Foundational to Giles’ case for the substantial equality of the two sexes are the first three chapters of the book of Genesis. What God puts first in the Bible, he makes of first importance. For him, these chapters, more than anything else in scripture, reveal the God-given ideal for the man-woman relationship. He persuasively argues, with widespread scholarly support, that Genesis chapters 1 and 2 teach the substantial and essential equality of man and woman. It is only as a consequence of the fall that the man begins to rule over the woman (Gen 3:16). This means that the subordination of women is not the creation ideal but a reflection of sin. It speaks of the fallenness and brokenness of human relationships, not of the new creation in Jesus Christ. Giles says, ‘This is not an idiosyncratic egalitarian interpretation of Genesis 1–3. It is what the majority of contemporary scholarly Protestant commentators conclude and what all Roman Catholic theologians and biblical scholars teach’ (p. 66). Giles argues that a ‘hermeneutical rule’ is implied in these chapters, a way to interpret all that is said in scripture on the man-woman relationship. It is this:

‘All texts that imply or speak of the substantial and essential equality of the two sexes reflect the creation-given ideal; all texts that imply or speak of the subordination of women reflect the fall. They are not the God-given ideal. They either mirror the culture of the time or give practical time-bound advice to women living in a world where their subordination is assumed, or address an exceptional situation where the behaviour of some women is causing offence.’

He then adds, ‘All evangelicals who want to uphold the theological unity of Scripture should be pleased to embrace this rule’ (p. 67).

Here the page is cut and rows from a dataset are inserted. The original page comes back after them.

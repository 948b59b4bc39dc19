"""Numbers about the sample, against a slow count on a random panel and by hand."""

from __future__ import annotations

from statistics import mean, stdev
from typing import Any

import numpy as np
import pandas as pd
import pytest

from lineproof.frames import ESTIMATES
from lineproof.sampling import describe_sample

INTAKE: dict[str, Any] = {
    "rows_read": 100,
    "rows_kept": 90,
    "rows_set_aside": 7,
    "exact_duplicates": 3,
    "rows_screened": 12,
    "faults": [{"number": 4, "n": 5}, {"number": 28, "n": 2}],
    "screens": [{"n_rows": 8, "n_securities": 3}, {"n_rows": 4, "n_securities": 2}],
}


def panel_of(alive: dict[str, list[str]], seed: int = 0) -> pd.DataFrame:
    rows = [(security, month) for security, months in alive.items() for month in months]
    frame = pd.DataFrame(rows, columns=["security", "month"])
    date = pd.PeriodIndex(frame.pop("month"), freq="M").to_timestamp(how="end").normalize()
    returns = np.random.default_rng(seed).normal(0.01, 0.1, len(frame))
    return frame.assign(date=date.as_unit("ms"), total_return=returns)


def span(first: str, last: str) -> list[str]:
    return [str(month) for month in pd.period_range(first, last, freq="M")]


def subperiod(name: str, first: str, last: str) -> dict[str, Any]:
    return {"name": name, "first": first, "last": last, "n_periods": len(span(first, last))}


def numbers(frame: pd.DataFrame, name: str) -> dict[str, float]:
    rows = frame[(frame["subperiod"] == name) & (frame["variant"] == "panel")]
    return dict(zip(rows["term"], rows["estimate"], strict=True))


def count_slowly(panel: pd.DataFrame, sub: dict[str, Any]) -> dict[str, float]:
    """The same numbers from plain lists and dictionaries, month by month."""
    rows = [
        (s, d.strftime("%Y-%m"), r)
        for s, d, r in zip(panel["security"], panel["date"], panel["total_return"], strict=True)
    ]
    months = span(sub["first"], sub["last"])
    inside = [row for row in rows if row[1] in months]
    alive = [sum(row[1] == month for row in inside) for month in months]
    averages = []
    for month in months:
        known = [r for _, m, r in inside if m == month and r == r]
        if known:
            averages.append(mean(known))
    histories = {s: sorted(m for name, m, _ in rows if name == s) for s, _, _ in rows}
    begin, end = min(m for _, m, _ in rows), max(m for _, m, _ in rows)
    return {
        "n_periods": len(months),
        "n_securities": len({s for s, _, _ in inside}),
        "n_security_periods": len(inside),
        "mean_alive": mean(alive),
        "min_alive": min(alive),
        "max_alive": max(alive),
        "n_entries": sum(h[0] in months and h[0] != begin for h in histories.values()),
        "n_exits": sum(h[-1] in months and h[-1] != end for h in histories.values()),
        "mean_return": mean(averages),
        "sd_return": stdev(averages),
    }


@pytest.mark.parametrize("seed", range(4))
def test_counts_equal_a_slow_count(seed: int) -> None:
    rng = np.random.default_rng(seed)
    all_months = span("1990-01", "1993-12")
    alive: dict[str, list[str]] = {}
    for k in range(25):
        first, last = np.sort(rng.integers(0, len(all_months), 2))
        history = all_months[first : last + 1]
        alive[f"S{k:02d}"] = [m for m in history if rng.random() > 0.1] or history[:1]
    panel = panel_of(alive, seed)
    panel.loc[rng.random(len(panel)) < 0.1, "total_return"] = np.nan
    subs = [
        subperiod("full", "1990-01", "1993-12"),
        subperiod("mid", "1991-03", "1992-02"),
        subperiod("last", "1993-01", "1993-12"),
    ]
    table = describe_sample(panel, None, subs, INTAKE)
    ESTIMATES.validate(table)
    for sub in subs:
        found, want = numbers(table, sub["name"]), count_slowly(panel, sub)
        assert list(found) == list(want)
        # Counts are exact; the means are of 48 months at most, with the rounding of other sums.
        assert found == pytest.approx(want, rel=1e-12, abs=1e-15)


def test_entries_and_exits_by_hand() -> None:
    """The panel runs from 2000-01 to 2000-12, and the subperiod from April to September."""
    alive = {
        "always": span("2000-01", "2000-12"),
        "enters at the start": span("2000-04", "2000-12"),
        "leaves at the end": span("2000-01", "2000-09"),
        "inside": span("2000-05", "2000-06"),
        "has a hole": span("2000-01", "2000-04") + span("2000-08", "2000-12"),
        "before": span("2000-02", "2000-03"),
        "after": span("2000-10", "2000-11"),
    }
    subs = [subperiod("mid", "2000-04", "2000-09"), subperiod("all", "2000-01", "2000-12")]
    table = describe_sample(panel_of(alive), None, subs, INTAKE)
    mid, whole = numbers(table, "mid"), numbers(table, "all")
    assert (mid["n_entries"], mid["n_exits"]) == (2, 2)
    # Neither those there when the panel begins nor those still there when it ends.
    assert (whole["n_entries"], whole["n_exits"]) == (4, 4)
    assert mid["n_securities"] == 5
    assert (mid["min_alive"], mid["max_alive"]) == (3, 4)


def test_a_month_without_any_security_is_a_month_with_none() -> None:
    panel = panel_of({"A": [*span("2000-01", "2000-03"), *span("2000-06", "2000-08")]})
    sub = subperiod("all", "2000-01", "2000-08")
    found = numbers(describe_sample(panel, None, [sub], INTAKE), "all")
    assert (found["min_alive"], found["max_alive"], found["mean_alive"]) == (0, 1, 6 / 8)


def test_a_spread_of_one_month_is_undefined() -> None:
    panel = panel_of({"A": span("2000-01", "2000-12")})
    table = describe_sample(panel, None, [subperiod("one", "2000-05", "2000-05")], INTAKE)
    row = table[(table["term"] == "sd_return")].iloc[0]
    assert row["status"] == "undefined"
    assert row["reason"]
    assert np.isnan(row["estimate"])
    assert (table.loc[table["term"] != "sd_return", "status"] == "ok").all()


def test_securities_and_betas_of_each_month() -> None:
    panel = panel_of({"A": span("2000-01", "2000-03"), "B": ["2000-02", "2000-05"]})
    estimated = panel.loc[[1, 2, 3], ["security", "date"]]
    table = describe_sample(panel, estimated, [], INTAKE)
    rows = table[table["variant"] == "month"]
    got = {(a, t): e for a, t, e in zip(rows["asset"], rows["term"], rows["estimate"], strict=True)}
    assert got == {
        ("2000-01", "n_securities"): 1,
        ("2000-01", "n_with_beta"): 0,
        ("2000-02", "n_securities"): 2,
        ("2000-02", "n_with_beta"): 2,
        ("2000-03", "n_securities"): 1,
        ("2000-03", "n_with_beta"): 1,
        ("2000-05", "n_securities"): 1,
        ("2000-05", "n_with_beta"): 0,
    }
    none = describe_sample(panel, None, [], INTAKE)
    assert not none.loc[none["term"] == "n_with_beta", "estimate"].any()


def test_what_came_in() -> None:
    table = describe_sample(panel_of({"A": span("2000-01", "2000-02")}), None, [], INTAKE)
    rows = table[table["analysis"] == "intake"]
    addresses = zip(rows["variant"], rows["asset"], rows["term"], strict=True)
    got = dict(zip(addresses, rows["estimate"], strict=True))
    assert got == {
        ("rows", "all", "rows_read"): 100,
        ("rows", "all", "rows_kept"): 90,
        ("rows", "all", "rows_set_aside"): 7,
        ("rows", "all", "exact_duplicates"): 3,
        ("rows", "all", "rows_screened"): 12,
        ("fault", "fault-04", "n_rows"): 5,
        ("fault", "fault-28", "n_rows"): 2,
        ("screen", "screen-1", "n_rows"): 8,
        ("screen", "screen-1", "n_securities"): 3,
        ("screen", "screen-2", "n_rows"): 4,
        ("screen", "screen-2", "n_securities"): 2,
    }


def test_a_study_without_total_returns_says_why_it_has_no_mean() -> None:
    panel = panel_of({"a": span("2000-01", "2000-06"), "b": span("2000-01", "2000-06")})
    found = describe_sample(
        panel.assign(total_return=np.nan), None, [subperiod("all", "2000-01", "2000-06")], INTAKE
    )
    ESTIMATES.validate(found)
    undefined = found[found["status"] == "undefined"]
    assert undefined["term"].tolist() == ["mean_return", "sd_return"]
    assert set(undefined["reason"]) == {
        "the returns are in excess of a riskless rate that is not known"
    }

What the Bible Actually Teaches on Women is a robust, scriptural, and systematic examination of what the Bible teaches on women. This book should be read by everyone who cares about the wellbeing, integrity and witness of the church and wants to see the leadership abilities of women unequivocally affirmed. It is undeniable that Jesus and Paul affirmed the dignity and leadership abilities in women in ways hitherto unknown and foreign to all forms of patriarchy. Their words and example are a challenge for the church today as we seek to be faithful witnesses to the gospel. Graham Hill, Vic.